The Graphlet Correlation Matrix (GCM) captures correlations (usually Spearman or Pearson) between different orbits across the vertices. Essentially:

\[ GCM(G) \quad=\quad \Bigl(\rho_{i,j}\Bigr)_{1 \le i,j \le 16} \]

where \(\rho_{i,j}\) is the correlation (e.g., Spearman) between the i-th orbit degrees and the j-th orbit degrees across all vertices in graph \(G\).

gcm1 = fg.compute_graphlet_correlation_matrix(F1, method='spearman')
gcm2 = fg.compute_graphlet_correlation_matrix(F2, method='spearman')
gcm3 = fg.compute_graphlet_correlation_matrix(F3, method='spearman')

GCM example

We now have the correlation matrix (GCM) for each graph.
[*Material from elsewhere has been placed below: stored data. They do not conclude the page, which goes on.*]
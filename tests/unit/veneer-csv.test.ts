import { describe, expect, test } from "vitest";
import { DEFECT_KINDS } from "@/lib/vocabulary/defects";
import { LEAF_CSV_COLUMNS, LEAF_CSV_TEMPLATE, parseLeafCsv, type LeafCsvResult } from "@/lib/veneer/csv";

// Every file below is made up for its test case.
const errorsOf = (r: LeafCsvResult) => {
  if (r.ok) throw new Error(`expected errors, got ${JSON.stringify(r.rows)}`);
  return r.errors;
};
const rowsOf = (r: LeafCsvResult) => {
  if (!r.ok) throw new Error(`expected rows, got ${JSON.stringify(r.errors)}`);
  return r.rows;
};

describe("parseLeafCsv: good files", () => {
  test("a comma-separated file with every column", () => {
    const text = [
      "seq,length_mm,width_mm,usable,defect,defect_note,defect_position_mm",
      "1,1012.5,214,yes,,,",
      "2,1010,213.5,no,split,runs from the butt end,120",
      "3,1008,,y,stain,,",
    ].join("\n");
    expect(rowsOf(parseLeafCsv(text, { leafCount: 12 }))).toEqual([
      { seq: 1, lengthMm: 1012.5, widthMm: 214, usable: true, defect: null },
      { seq: 2, lengthMm: 1010, widthMm: 213.5, usable: false, defect: { kind: "split", note: "runs from the butt end", positionMm: 120 } },
      { seq: 3, lengthMm: 1008, widthMm: null, usable: true, defect: { kind: "stain", note: "", positionMm: null } },
    ]);
  });

  test("semicolons with decimal commas, and Windows line ends", () => {
    const text = "seq;length_mm;width_mm;defect_position_mm;defect\r\n4;987,5;201,5;33,5;knot\r\n5;990;199;;\r\n";
    expect(rowsOf(parseLeafCsv(text, { leafCount: 9 }))).toEqual([
      { seq: 4, lengthMm: 987.5, widthMm: 201.5, usable: true, defect: { kind: "knot", note: "", positionMm: 33.5 } },
      { seq: 5, lengthMm: 990, widthMm: 199, usable: true, defect: null },
    ]);
  });

  test("tab-separated, with a decimal comma", () => {
    const text = "seq\tlength_mm\twidth_mm\n7\t1101,5\t188\n8\t1100\t187.5\n";
    expect(rowsOf(parseLeafCsv(text, { leafCount: 8 })).map((r) => [r.seq, r.lengthMm, r.widthMm])).toEqual([
      [7, 1101.5, 188],
      [8, 1100, 187.5],
    ]);
  });

  test("a UTF-8 byte order mark before the header is ignored", () => {
    const rows = rowsOf(parseLeafCsv("\ufeffseq,length_mm\n1,640\n", { leafCount: 3 }));
    expect(rows).toEqual([{ seq: 1, lengthMm: 640, widthMm: null, usable: true, defect: null }]);
  });

  test("header aliases, any case, with spaces around them", () => {
    const text = " Leaf No ; LENGTH MM ;Width; Usable ;Defect_Kind;NOTE;Position\n2;850;175;N;Mineral Streak;dark line;400\n";
    expect(rowsOf(parseLeafCsv(text, { leafCount: 5 }))).toEqual([
      { seq: 2, lengthMm: 850, widthMm: 175, usable: false, defect: { kind: "mineral streak", note: "dark line", positionMm: 400 } },
    ]);
    for (const h of ["seq", "leaf", "leaf no", "no"]) expect(rowsOf(parseLeafCsv(`${h},length\n1,500`, { leafCount: 1 }))[0]!.seq).toBe(1);
    for (const h of ["length_mm", "length", "length mm"]) expect(rowsOf(parseLeafCsv(`seq,${h}\n1,500`, { leafCount: 1 }))[0]!.lengthMm).toBe(500);
    for (const h of ["width_mm", "width", "width mm"]) expect(rowsOf(parseLeafCsv(`seq,${h}\n1,90`, { leafCount: 1 }))[0]!.widthMm).toBe(90);
    for (const h of ["defect_note", "note"]) expect(rowsOf(parseLeafCsv(`seq,defect,${h}\n1,hole,small`, { leafCount: 1 }))[0]!.defect?.note).toBe("small");
    for (const h of ["defect_position_mm", "position_mm", "position"]) expect(rowsOf(parseLeafCsv(`seq,defect,${h}\n1,hole,12`, { leafCount: 1 }))[0]!.defect?.positionMm).toBe(12);
  });

  test("usable: blank means yes; yes/no/y/n/true/false/1/0 in any case", () => {
    const values = ["", "yes", "no", "Y", "n", "TRUE", "false", "1", "0"];
    const text = ["seq,usable", ...values.map((v, i) => `${i + 1},${v}`)].join("\n");
    expect(rowsOf(parseLeafCsv(text, { leafCount: 9 })).map((r) => r.usable)).toEqual([true, true, false, true, false, true, false, true, false]);
  });

  test("every defect kind of the register is accepted, in any case", () => {
    const text = ["seq,defect", ...DEFECT_KINDS.map((k, i) => `${i + 1},${k.toUpperCase()}`)].join("\n");
    expect(rowsOf(parseLeafCsv(text, { leafCount: DEFECT_KINDS.length })).map((r) => r.defect?.kind)).toEqual([...DEFECT_KINDS]);
  });

  test("blank lines are skipped and line numbers still count them", () => {
    const r = parseLeafCsv("seq,length_mm\n\n1,500\n\n \n2,abc\n", { leafCount: 2 });
    expect(errorsOf(r)).toEqual([{ line: 6, column: "length_mm", message: expect.stringMatching(/abc/) }]);
  });
});

describe("parseLeafCsv: bad rows, one message each, naming line and column", () => {
  const header = "seq,length_mm,width_mm,usable,defect,defect_note,defect_position_mm";

  test("a length that is not a number", () => {
    expect(errorsOf(parseLeafCsv(`${header}\n1,about 900,200,,,,`, { leafCount: 4 }))).toEqual([
      { line: 2, column: "length_mm", message: "Length: “about 900” is not a number of millimetres." },
    ]);
  });

  test("a negative width", () => {
    const [e] = errorsOf(parseLeafCsv(`${header}\n1,900,200,,,,\n2,900,-200,,,,`, { leafCount: 4 }));
    expect(e).toMatchObject({ line: 3, column: "width_mm" });
    expect(e!.message).toMatch(/negative/);
  });

  test("zero, more than one decimal place, and more than 5000 mm", () => {
    const errors = errorsOf(parseLeafCsv(`seq,length_mm\n1,0\n2,900.25\n3,5000.1\n4,5000`, { leafCount: 4 }));
    expect(errors.map((e) => [e.line, e.column])).toEqual([
      [2, "length_mm"],
      [3, "length_mm"],
      [4, "length_mm"],
    ]);
    expect(errors[1]!.message).toMatch(/decimal place/);
    expect(errors[2]!.message).toMatch(/5000/);
  });

  test("a decimal comma in a comma-separated file is caught, not misread", () => {
    const [e] = errorsOf(parseLeafCsv("seq,length_mm,width_mm\n1,412,5,200\n", { leafCount: 4 }));
    expect(e!.line).toBe(2);
    expect(e!.message).toMatch(/decimal comma/);
  });

  test("seq out of range, not whole, or missing", () => {
    const errors = errorsOf(parseLeafCsv("seq,length_mm\n0,500\n13,500\n2.5,500\n,500\n", { leafCount: 12 }));
    expect(errors.map((e) => [e.line, e.column])).toEqual([
      [2, "seq"],
      [3, "seq"],
      [4, "seq"],
      [5, "seq"],
    ]);
    expect(errors[1]!.message).toBe("Leaf 13 is out of range: this flitch has leaves 1 to 12.");
  });

  test("more rows than leaves: each out-of-range seq gets its own message", () => {
    const text = ["seq", ...Array.from({ length: 5 }, (_, i) => String(i + 1))].join("\n");
    expect(errorsOf(parseLeafCsv(text, { leafCount: 3 })).map((e) => e.line)).toEqual([5, 6]);
  });

  test("a duplicate seq is an error on the second line, naming the first", () => {
    expect(errorsOf(parseLeafCsv("seq,length_mm\n1,500\n2,500\n1,510\n", { leafCount: 4 }))).toEqual([
      { line: 4, column: "seq", message: "Leaf 1 appears twice: it is already on line 2." },
    ]);
  });

  test("an unknown column names it and lists the accepted ones", () => {
    const errors = errorsOf(parseLeafCsv("seq,colour,length_mm\n1,amber,500\n", { leafCount: 4 }));
    expect(errors).toHaveLength(1);
    expect(errors[0]!.line).toBe(1);
    expect(errors[0]!.message).toMatch(/Unknown column “colour”/);
    for (const c of LEAF_CSV_COLUMNS) expect(errors[0]!.message).toContain(c);
  });

  test("a defect kind that is not in the register's list", () => {
    const [e] = errorsOf(parseLeafCsv(`${header}\n1,900,200,,crack,,`, { leafCount: 4 }));
    expect(e).toMatchObject({ line: 2, column: "defect" });
    expect(e!.message).toContain("crack");
    for (const k of DEFECT_KINDS) expect(e!.message).toContain(k);
  });

  test("a note or a position without a defect kind", () => {
    expect(errorsOf(parseLeafCsv(`${header}\n1,900,200,,,pale patch,\n2,900,200,,,,40`, { leafCount: 4 }))).toEqual([
      { line: 2, column: "defect_note", message: expect.stringMatching(/without a defect kind/) },
      { line: 3, column: "defect_position_mm", message: expect.stringMatching(/without a defect kind/) },
    ]);
  });

  test("an unclear usable value", () => {
    expect(errorsOf(parseLeafCsv("seq,usable\n1,maybe", { leafCount: 1 }))).toEqual([{ line: 2, column: "usable", message: expect.stringMatching(/maybe/) }]);
  });

  test("no seq column", () => {
    expect(errorsOf(parseLeafCsv("length_mm,width_mm\n900,200\n", { leafCount: 4 }))).toEqual([
      { line: 1, column: "seq", message: expect.stringMatching(/no seq column/) },
    ]);
  });

  test("an empty file, or one with only blank lines", () => {
    for (const text of ["", "\ufeff", "\n\n  \n"]) expect(errorsOf(parseLeafCsv(text, { leafCount: 4 }))).toEqual([{ line: 1, message: "The CSV is empty." }]);
  });

  test("a header without rows", () => {
    expect(errorsOf(parseLeafCsv("seq,length_mm\n", { leafCount: 4 }))[0]!.message).toMatch(/no leaf rows/);
  });

  test("one bad row among good ones fails the whole file, so the caller writes nothing", () => {
    const text = ["seq,length_mm,width_mm", "1,900,200", "2,901,201", "3,nine hundred,202", "4,903,203"].join("\n");
    const r = parseLeafCsv(text, { leafCount: 4 });
    expect(r.ok).toBe(false);
    expect("rows" in r).toBe(false);
    expect(errorsOf(r)).toEqual([{ line: 4, column: "length_mm", message: expect.any(String) }]);
  });

  test("every bad row is reported, not only the first", () => {
    const r = parseLeafCsv("seq,length_mm,width_mm\n1,x,200\n2,900,y\n3,900,200\n", { leafCount: 4 });
    expect(errorsOf(r).map((e) => [e.line, e.column])).toEqual([
      [2, "length_mm"],
      [3, "width_mm"],
    ]);
  });

  test("more than 500 rows are refused", () => {
    const text = ["seq", ...Array.from({ length: 501 }, () => "1")].join("\n");
    const errors = errorsOf(parseLeafCsv(text, { leafCount: 99 }));
    expect(errors.some((e) => /more than 500 rows/.test(e.message))).toBe(true);
  });
});

describe("LEAF_CSV_TEMPLATE", () => {
  test("has the canonical header and one row a leaf", () => {
    const t = LEAF_CSV_TEMPLATE(3);
    expect(t.split("\n")[0]).toBe("seq,length_mm,width_mm,usable,defect,defect_note,defect_position_mm");
    expect(t.trim().split("\n")).toHaveLength(4);
  });

  test("round-trips: the blank template parses to every leaf, unmeasured and usable", () => {
    for (const n of [1, 7, 24, 99]) {
      const rows = rowsOf(parseLeafCsv(LEAF_CSV_TEMPLATE(n), { leafCount: n }));
      expect(rows).toEqual(Array.from({ length: n }, (_, i) => ({ seq: i + 1, lengthMm: null, widthMm: null, usable: true, defect: null })));
    }
  });

  test("round-trips once filled in", () => {
    const filled = LEAF_CSV_TEMPLATE(2).replace("1,,,yes,,,", "1,955.5,210,yes,knot,tight,300").replace("2,,,yes,,,", "2,954,209,no,,,");
    expect(rowsOf(parseLeafCsv(filled, { leafCount: 2 }))).toEqual([
      { seq: 1, lengthMm: 955.5, widthMm: 210, usable: true, defect: { kind: "knot", note: "tight", positionMm: 300 } },
      { seq: 2, lengthMm: 954, widthMm: 209, usable: false, defect: null },
    ]);
  });
});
The GCM for graph G1 is shown below

[1] degree [2] 2-path [3] bifork [4] 3-cycle [5] 3-path, end [6] 3-path, interior [7] claw, leaf [8] claw, root [9] paw, handle [10] paw, base [11] paw, center [12] 4-cycle [13] diamond, off-cord [14] diamond, on-cord [15] 4-clique
[1] degree 1 0.797489 0.99255 0.721824 0.850319 0.957717 0.59164 0.987567 0.591097 0.662774 0.866555 0.865433 0.590136 0.683471 0.537678
[2] 2-path 0.797489 1 0.75209 0.858184 0.980674 0.917015 0.922261 0.738192 0.906362 0.886047 0.879049 0.938975 0.859091 0.817937 0.66163
[3] bifork 0.99255 0.75209 1 0.64882 0.810571 0.940231 0.537775 0.9985 0.539182 0.588904 0.813029 0.842782 0.519062 0.618533 0.502792
[4] 3-cycle 0.721824 0.858184 0.64882 1 0.850729 0.76346 0.782988 0.627428 0.773249 0.962727 0.951642 0.766913 0.893846 0.952637 0.712615
[5] 3-path, end 0.850319 0.980674 0.810571 0.850729 1 0.944489 0.855183 0.797396 0.855218 0.851695 0.898804 0.969354 0.817382 0.804315 0.638269
[6] 3-path, interior 0.957717 0.917015 0.940231 0.76346 0.944489 1 0.747828 0.933315 0.738758 0.739955 0.884068 0.952221 0.686035 0.719056 0.564356
[7] claw, leaf 0.59164 0.922261 0.537775 0.782988 0.855183 0.747828 1 0.523431 0.983409 0.87542 0.740177 0.788411 0.888326 0.76362 0.672914
[8] claw, root 0.987567 0.738192 0.9985 0.627428 0.797396 0.933315 0.523431 1 0.525663 0.568635 0.795132 0.833967 0.500084 0.601525 0.488454
[9] paw, handle 0.591097 0.906362 0.539182 0.773249 0.855218 0.738758 0.983409 0.525663 1 0.865189 0.732816 0.788529 0.882963 0.757707 0.667036
[10] paw, base 0.662774 0.886047 0.588904 0.962727 0.851695 0.739955 0.87542 0.568635 0.865189 1 0.894069 0.753967 0.957287 0.935547 0.729429
[11] paw, center 0.866555 0.879049 0.813029 0.951642 0.898804 0.884068 0.740177 0.795132 0.732816 0.894069 1 0.852875 0.813447 0.878809 0.645709
[12] 4-cycle 0.865433 0.938975 0.842782 0.766913 0.969354 0.952221 0.788411 0.833967 0.788529 0.753967 0.852875 1 0.709944 0.721873 0.570544
[13] diamond, off-cord 0.590136 0.859091 0.519062 0.893846 0.817382 0.686035 0.888326 0.500084 0.882963 0.957287 0.813447 0.709944 1 0.877049 0.731786
[14] diamond, on-cord 0.683471 0.817937 0.618533 0.952637 0.804315 0.719056 0.76362 0.601525 0.757707 0.935547 0.878809 0.721873 0.877049 1 0.688793
[15] 4-clique 0.537678 0.66163 0.502792 0.712615 0.638269 0.564356 0.672914 0.488454 0.667036 0.729429 0.645709 0.570544 0.731786 0.688793 1

If we want to measure how similar or different the GCMs are between two graphs, we can compute a matrix distance (e.g., Frobenius norm of the difference, or sum of absolute differences, etc.):

dist_gcm = np.zeros((3,3))
for i,Fa in enumerate( [gcm1, gcm2, gcm3] ):
    for j,Fb in enumerate( [gcm1, gcm2, gcm3] ):
        dist_gcm[i,j] = fg.gcm_distance(Fa, Fb)
G1 G2 G3
G1 0 4.33726 131.925
G2 4.33726 0 130.265
G3 131.925 130.265 0

Summary

  • RGF Distance: Captures how different the relative orbit frequencies are between two graphs.
  • GDD Agreement: Measures how similarly the two graphs’ vertices distribute their orbit degrees.
  • GCM: Captures how orbits co-vary (correlate) within a single graph, and can also be compared across graphs.

These measures are widely used in graphlet-based network comparison (e.g., Netdis, GraphCrunch2, etc.). Modify these examples to suit your exact needs (e.g., weighting orbits differently, using different correlation measures, etc.).